Avons-nous obtenu la clémence du Ciel[2] ?
J’aperçois dans l’azur la colombe qui passe,
Elle porte un rameau ; Dieu nous a-t-il fait grâce ?
— La colombe est passée et ne vient pas à nous.
— Emmanuel, la mer a touché mes genoux.
— Dieu nous attend ailleurs à l’abri des tempêtes.
— Vois-tu l’eau sur nos pieds ? — Vois le ciel sur nos têtes,
— Ton père ne vient pas ; nous serons donc punis ?
— Sans doute après la mort nous serons réunis[3].
— Venez, Ange du ciel, et prêtez-lui vos ailes !
— Recevez-la, mon père, aux voûtes éternelles ! »

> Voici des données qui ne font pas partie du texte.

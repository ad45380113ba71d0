package io.geotick.transforms.fit;

import static org.assertj.core.api.Assertions.assertThat;
import static org.assertj.core.api.Assertions.assertThatThrownBy;
import static org.assertj.core.api.Assertions.within;

import io.geotick.transforms.helmert.RotationConvention;
import java.util.ArrayList;
import java.util.List;
import java.util.Random;
import java.util.Set;
import org.junit.jupiter.api.Test;

class SiteFitterTest {

    /** Invented site: source grid coordinates near (512000, 5430000) m, site grid near (1000, 2000). */
    static List<ControlPoint> similarityPoints(double a, double b, double tx, double ty, double noise, long seed) {
        Random r = new Random(seed);
        List<ControlPoint> pts = new ArrayList<>();
        double[][] s = {{512_010.0, 5_430_020.0}, {512_480.5, 5_430_110.2}, {512_300.3, 5_430_620.8},
            {511_790.1, 5_430_400.4}, {512_150.7, 5_429_810.9}, {512_620.0, 5_429_900.0}};
        for (int i = 0; i < s.length; i++) {
            double x = s[i][0];
            double y = s[i][1];
            pts.add(ControlPoint.of("P" + (i + 1), x, y, a * x - b * y + tx + noise * r.nextGaussian(),
                b * x + a * y + ty + noise * r.nextGaussian()));
        }
        return pts;
    }

    @Test
    void exactSimilarityIsRecovered() {
        double th = Math.toRadians(12.5);
        double sc = 1.000_123;
        double a = sc * Math.cos(th);
        double b = sc * Math.sin(th);
        SiteFit f = SiteFitter.similarity(similarityPoints(a, b, -1_500_000.0, 300_000.0, 0, 1));
        SiteModel m = f.model();
        // Source: points generated from known parameters (common practice)
        assertThat(m.parameter("a").value()).isCloseTo(a, within(1e-12));
        assertThat(m.parameter("b").value()).isCloseTo(b, within(1e-12));
        assertThat(m.parameter("scale").value()).isCloseTo(sc, within(1e-12));
        assertThat(m.parameter("rotation").value()).isCloseTo(12.5, within(1e-9));
        assertThat(m.parameter("tx").value()).isCloseTo(-1_500_000.0, within(1e-5));
        assertThat(m.parameter("ty").value()).isCloseTo(300_000.0, within(1e-5));
        assertThat(f.statistics().redundancy()).isEqualTo(12 - 4);
        assertThat(f.statistics().rms()).isLessThan(1e-8);
        assertThat(f.statistics().outliers()).isEmpty();
        SitePoint p = m.apply(512_200.0, 5_430_300.0);
        assertThat(p.x()).isCloseTo(a * 512_200.0 - b * 5_430_300.0 - 1_500_000.0, within(1e-8));
        assertThat(p.y()).isCloseTo(b * 512_200.0 + a * 5_430_300.0 + 300_000.0, within(1e-8));
    }

    @Test
    void twoPointSimilarityHasNoRedundancyAndNoUncertainties() {
        SiteFit f = SiteFitter.similarity(List.of(ControlPoint.of("A", 0, 0, 500, 300),
            ControlPoint.of("B", 3, 4, 497.2, 309.6)));
        FitStatistics s = f.statistics();
        assertThat(s.redundancy()).isZero();
        assertThat(s.sigma0()).isEmpty();
        assertThat(f.model().covariance()).isEmpty();
        assertThat(f.model().parameters()).allSatisfy(p -> assertThat(p.sigma()).isEmpty());
        assertThat(f.model().derivedParameters()).allSatisfy(p -> assertThat(p.sigma()).isEmpty());
        assertThat(s.residuals()).allSatisfy(r -> {
            assertThat(r.standardised()).isEmpty();
            assertThat(r.outlier()).isFalse();
        });
    }

    @Test
    void exactAffineAndHelmertAreRecovered() {
        List<ControlPoint> pts = new ArrayList<>();
        double[][] s = {{100, 200}, {400, 250}, {300, 700}, {50, 500}};
        for (int i = 0; i < s.length; i++) {
            double x = s[i][0];
            double y = s[i][1];
            pts.add(ControlPoint.of("Q" + i, x, y, 1.01 * x + 0.02 * y + 10, -0.03 * x + 0.99 * y - 20));
        }
        SiteModel m = SiteFitter.affine(pts).model();
        assertThat(m.parameter("a1").value()).isCloseTo(1.01, within(1e-13));
        assertThat(m.parameter("a2").value()).isCloseTo(0.02, within(1e-13));
        assertThat(m.parameter("b1").value()).isCloseTo(-0.03, within(1e-13));
        assertThat(m.parameter("b2").value()).isCloseTo(0.99, within(1e-13));
        assertThat(m.parameter("tx").value()).isCloseTo(10, within(1e-10));
        assertThat(m.parameter("ty").value()).isCloseTo(-20, within(1e-10));
    }

    @Test
    void helmertWithLargeRotationMatchesToHelmertAndInverts() {
        // A site frame rotated 30° about z, 2° about x, -1° about y, scaled by 25 ppm.
        List<ControlPoint> pts = helmertPoints(7200, 3600, -108000, 25, 0);
        SiteFit f = SiteFitter.helmert(pts);
        SiteModel m = f.model();
        assertThat(m.parameter("rx").value()).isCloseTo(7200, within(1e-7));
        assertThat(m.parameter("ry").value()).isCloseTo(3600, within(1e-7));
        assertThat(m.parameter("rz").value()).isCloseTo(-108000, within(1e-7));
        assertThat(m.parameter("ds").value()).isCloseTo(25, within(1e-6));
        assertThat(m.parameter("tx").value()).isCloseTo(-4_000_000.0, within(1e-5));
        double[] in = {4_027_894.0, 307_046.0, 4_919_474.0};
        SitePoint p = m.apply(in[0], in[1], in[2]);
        var q = m.toHelmert().apply(new io.geotick.geodesy.position.EcefPosition(in[0], in[1], in[2]));
        assertThat(p.x()).isCloseTo(q.x(), within(1e-6));
        assertThat(p.y()).isCloseTo(q.y(), within(1e-6));
        assertThat(p.z()).isCloseTo(q.z(), within(1e-6));
        SitePoint back = m.inverse().apply(p.x(), p.y(), p.z());
        assertThat(back.x()).isCloseTo(in[0], within(1e-8));
        assertThat(back.y()).isCloseTo(in[1], within(1e-8));
        assertThat(back.z()).isCloseTo(in[2], within(1e-8));
        assertThat(m.inverse().inverse()).isSameAs(m);
        // The same fit reported in the other convention: rotations negated, same transform.
        SiteModel cf = SiteFitter.fit(SiteModelKind.HELMERT_3D, pts,
            FitOptions.defaults().withConvention(RotationConvention.COORDINATE_FRAME)).model();
        assertThat(cf.parameter("rz").value()).isCloseTo(108000, within(1e-7));
        assertThat(cf.apply(in[0], in[1], in[2]).x()).isCloseTo(p.x(), within(1e-8));
    }

    /** Points around an invented station, transformed by the project's rigorous Helmert. */
    static List<ControlPoint> helmertPoints(double rx, double ry, double rz, double ds, double noise) {
        var h = io.geotick.transforms.helmert.Helmert.of(
            io.geotick.transforms.helmert.HelmertParameters.of(-4_000_000.0, 100.0, -5_000_000.0, rx, ry, rz, ds),
            RotationConvention.POSITION_VECTOR, io.geotick.transforms.helmert.RotationForm.RIGOROUS);
        Random r = new Random(7);
        List<ControlPoint> pts = new ArrayList<>();
        double[][] d = {{0, 0, 0}, {300, 20, -40}, {-150, 410, 90}, {220, -330, 150}, {-260, -120, -200},
            {50, 260, 310}, {-30, -400, 60}};
        for (int i = 0; i < d.length; i++) {
            double x = 4_027_894.0 + d[i][0];
            double y = 307_046.0 + d[i][1];
            double z = 4_919_474.0 + d[i][2];
            var t = h.apply(new io.geotick.geodesy.position.EcefPosition(x, y, z));
            pts.add(ControlPoint.of("H" + i, x, y, z, t.x() + noise * r.nextGaussian(),
                t.y() + noise * r.nextGaussian(), t.z() + noise * r.nextGaussian()));
        }
        return pts;
    }

    @Test
    void arrayVariantMatchesSinglePointsAndWorksInPlace() {
        SiteModel m = SiteFitter.similarity(similarityPoints(0.9, 0.1, 10, 20, 0.01, 3)).model();
        double[] buf = {512_000, 5_430_000, 12.5, 512_500, 5_430_500, -3};
        double[] out = new double[6];
        m.apply(buf, 0, out, 0, 2);
        m.apply(buf, 0, buf, 0, 2);
        assertThat(buf).containsExactly(out);
        SitePoint p = m.apply(512_500, 5_430_500, -3);
        assertThat(out[3]).isEqualTo(p.x());
        assertThat(out[4]).isEqualTo(p.y());
        assertThat(out[5]).isEqualTo(-3.0);
        double[] bad = {1, 2, 3, 4, Double.NaN, 6};
        assertThatThrownBy(() -> m.apply(bad, 0, new double[6], 0, 2))
            .isInstanceOf(IllegalArgumentException.class).hasMessageContaining("point 1");
        SitePoint back = m.inverse().apply(p.x(), p.y());
        assertThat(back.x()).isCloseTo(512_500, within(1e-8));
        assertThat(back.y()).isCloseTo(5_430_500, within(1e-8));
    }

    @Test
    void helmertNeedsZ() {
        SiteModel m = SiteFitter.helmert(helmertPoints(1, 2, 3, 4, 0.001)).model();
        assertThatThrownBy(() -> m.apply(1.0, 2.0)).isInstanceOf(IllegalArgumentException.class)
            .hasMessageContaining("give z");
        assertThatThrownBy(() -> SiteFitter.affine(List.of()).model()).isInstanceOf(SiteFitException.class);
    }

    @Test
    void badInputIsNamed() {
        assertThatThrownBy(() -> SiteFitter.similarity(List.of(ControlPoint.of("A", 0, 0, 1, 1))))
            .isInstanceOf(SiteFitException.class).hasMessageContaining("at least 2").hasMessageContaining("1 given");
        assertThatThrownBy(() -> SiteFitter.affine(List.of(ControlPoint.of("A", 0, 0, 1, 1),
            ControlPoint.of("B", 1, 0, 2, 1)))).hasMessageContaining("at least 3").hasMessageContaining("2 given");
        assertThatThrownBy(() -> SiteFitter.helmert(List.of(ControlPoint.of("A", 0, 0, 0, 1, 1, 1),
            ControlPoint.of("B", 1, 0, 0, 2, 1, 1)))).hasMessageContaining("at least 3");
        assertThatThrownBy(() -> SiteFitter.similarity(List.of(ControlPoint.of("A", 0, 0, 1, 1),
            ControlPoint.of("A", 1, 0, 2, 1)))).hasMessageContaining("'A' is given twice");
        assertThatThrownBy(() -> ControlPoint.of("Z", Double.NaN, 0, 1, 1))
            .isInstanceOf(SiteFitException.class).hasMessageContaining("'Z'").hasMessageContaining("NaN");
        assertThatThrownBy(() -> ControlPoint.of(" ", 0, 0, 1, 1)).hasMessageContaining("blank");
        List<ControlPoint> pts = similarityPoints(1, 0, 0, 0, 0.01, 1);
        assertThatThrownBy(() -> SiteFitter.fit(SiteModelKind.SIMILARITY_2D, pts,
            FitOptions.defaults().excluding(Set.of("P9")))).hasMessageContaining("'P9'");
        assertThatThrownBy(() -> SiteFitter.fit(SiteModelKind.SIMILARITY_2D, pts,
            FitOptions.defaults().excluding(Set.of("P1", "P2", "P3", "P4", "P5"))))
            .hasMessageContaining("1 given (5 excluded)");
        assertThatThrownBy(() -> FitOptions.defaults().withOutlierThreshold(0)).hasMessageContaining("threshold");
        assertThatThrownBy(() -> SiteModelKind.parse("projective")).hasMessageContaining("'projective'");
    }

    @Test
    void degenerateGeometryIsRejected() {
        List<ControlPoint> collinear = List.of(ControlPoint.of("A", 0, 0, 10, 10), ControlPoint.of("B", 1, 1, 11, 11),
            ControlPoint.of("C", 2, 2, 12, 12), ControlPoint.of("D", 5, 5, 15, 15.1));
        assertThatThrownBy(() -> SiteFitter.affine(collinear)).isInstanceOf(SiteFitException.class)
            .hasMessageContaining("collinear");
        // The similarity is determined by collinear points.
        assertThat(SiteFitter.similarity(collinear).model().parameter("scale").value()).isCloseTo(1, within(0.02));
        List<ControlPoint> same = List.of(ControlPoint.of("A", 5, 5, 10, 10), ControlPoint.of("B", 5, 5, 11, 11));
        assertThatThrownBy(() -> SiteFitter.similarity(same)).isInstanceOf(SiteFitException.class)
            .hasMessageContaining("coincide");
        List<ControlPoint> line3 = List.of(ControlPoint.of("A", 1e6, 2e6, 3e6, 1, 2, 3),
            ControlPoint.of("B", 1e6 + 10, 2e6 + 20, 3e6 + 30, 11, 22, 33),
            ControlPoint.of("C", 1e6 + 30, 2e6 + 60, 3e6 + 90, 31, 62, 93),
            ControlPoint.of("D", 1e6 + 50, 2e6 + 100, 3e6 + 150, 51, 102, 153));
        assertThatThrownBy(() -> SiteFitter.helmert(line3)).isInstanceOf(SiteFitException.class)
            .hasMessageContaining("collinear");
        List<ControlPoint> flatTarget = List.of(ControlPoint.of("A", 0, 0, 1, 1), ControlPoint.of("B", 10, 0, 2, 2),
            ControlPoint.of("C", 0, 10, 3, 3), ControlPoint.of("D", 10, 10, 4, 4));
        assertThatThrownBy(() -> SiteFitter.affine(flatTarget)).isInstanceOf(SiteFitException.class)
            .hasMessageContaining("singular");
    }

    @Test
    void plantedBlunderIsFlaggedAndRefitRemovesIt() {
        // Twelve points (redundancy 20): the internally studentised residual cannot exceed √r, so a
        // threshold of 3 needs r > 9 to flag anything (Pope's τ bound; common practice).
        Random rnd = new Random(11);
        List<ControlPoint> pts = new ArrayList<>();
        for (int i = 0; i < 12; i++) {
            double x = 512_000 + 150.0 * (i % 4) + 10 * rnd.nextDouble();
            double y = 5_430_000 + 200.0 * (i / 4) + 10 * rnd.nextDouble();
            pts.add(ControlPoint.of("P" + (i + 1), x, y, 0.8 * x - 0.6 * y + 100 + 0.005 * rnd.nextGaussian(),
                0.6 * x + 0.8 * y + 200 + 0.005 * rnd.nextGaussian()));
        }
        ControlPoint p3 = pts.get(2);
        pts.set(2, new ControlPoint(p3.id(), p3.source(), SitePoint.of(p3.target().x() + 0.25, p3.target().y(), 0)));
        SiteFit f = SiteFitter.similarity(pts);
        assertThat(f.statistics().outliers()).extracting(PointResidual::id).containsExactly("P3");
        SiteFit g = f.refitWithoutOutliers();
        assertThat(g.options().excludedIds()).containsExactly("P3");
        assertThat(g.statistics().pointsUsed()).isEqualTo(11);
        assertThat(g.statistics().sigma0().getAsDouble()).isLessThan(0.02);
        PointResidual r3 = g.statistics().residuals().get(2);
        assertThat(r3.used()).isFalse();
        assertThat(r3.dx()).isCloseTo(0.25, within(0.03));
        assertThat(r3.outlier()).isTrue();
        assertThat(g.refitWithoutOutliers()).isSameAs(g);
    }
}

Ce fut le dernier cri du dernier des humains.
Longtemps, sur l’eau croissante élevant ses deux mains.
Il soutenait Sara par les flots poursuivie ;
Mais, quand il eut perdu sa force avec la vie.
Par le ciel et la mer le monde fut rempli,
Et l’arc-en-ciel brilla, tout étant accompli[4].


Écrit à Oloron, dans les Pyrénées, en 1823[5].
  1. Var : P2, lys
  2. Var : P2, A, B, ciel
  3. Gessner, Tableau du Déluge : Loue le Seigneur, ô ma bouche ! versez des larmes de joie, mes yeux, jusqu’à ce que la mort vienne vous fermer ! Un ciel plein de béatitude nous attend. Vous nous y avez précédés, ô vous tous qui nous étiez si chers ! Nous vous suivrons, et bientôt nous vous y reverrons.
  4. Byron, Les Ténèbres (traduction de Bruguière de Sorsum, Lycée Français, octobre 1819) :
    Le temps enfin s’arrête, et tout est consommé.
  5. La date manque dans P2.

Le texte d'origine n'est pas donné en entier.